#### Your objective:
Each line of the data below that carries the word "site" needs to be copied.

#### Collected data entries:
ACCEPT = (0.95, 1.0)
"""The refinement accepts the achieved infidelity within this fraction of the target (aiming at 0.975)."""
NO_EFFECT_BELOW = 1e-6
"""An effect below this fraction of a knob's share of the budget counts as none (the exact engine's
paths differ by rounding at the 1e-10 level)."""
@dataclass(frozen=True)
class ClosedLoop:
    """How the tolerances were checked and corrected.

    Attributes:
        engine: the engine that evaluated the circuit (``"exact"`` where it fits).
        target: E.
        achieved: the infidelity with every knob at its reported tolerance (random: mean over
            sign patterns; worst: the worst pattern found).
        std_error: standard error of ``achieved`` when sign patterns were sampled (else 0).
        before_refinement: the same quantity before the common scaling (at the leading-order
            tolerances, knobs without a first-order effect at their own second-order ones).
        scale: the common factor applied to the leading-order tolerances.
        floor: the engine's infidelity with every coherent knob at zero.
        method: how the sign patterns were covered, in plain words.
        worst_signs: site key ``"cz q[0],q[1].cphase"`` -> ±1 of the worst pattern (worst only).
        evaluations: engine runs used; seconds: their wall time.
        converged: ``achieved`` lies within [0.95, 1] × E.
        notes: plain-word caveats (engine warnings at the final point, caps, time limit).
        today: the same aggregate at today's sizes (|δ| of every site, signs as assumed).
        common_factor: F from the engine: today's sizes divided by F give E (None: not found).
    """

    engine: str
    target: float
    achieved: float
    std_error: float
    before_refinement: float
    scale: float
    floor: float
    method: str
    worst_signs: dict[str, int]
    evaluations: int
    seconds: float
    converged: bool
    notes: tuple[str, ...] = field(default=())
    today: float | None = None
    common_factor: float | None = None

    def as_json(self) -> dict:
        """JSON-ready form (docs/tolerances.md)."""
        out = dict(self.__dict__)
        out["notes"] = list(self.notes)
        out["ratio"] = self.achieved / self.target
        return out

#### Response below:
        worst_signs: site key ``"cz q[0],q[1].cphase"`` -> ±1 of the worst pattern (worst only).
        today: the same aggregate at today's sizes (|δ| of every site, signs as assumed).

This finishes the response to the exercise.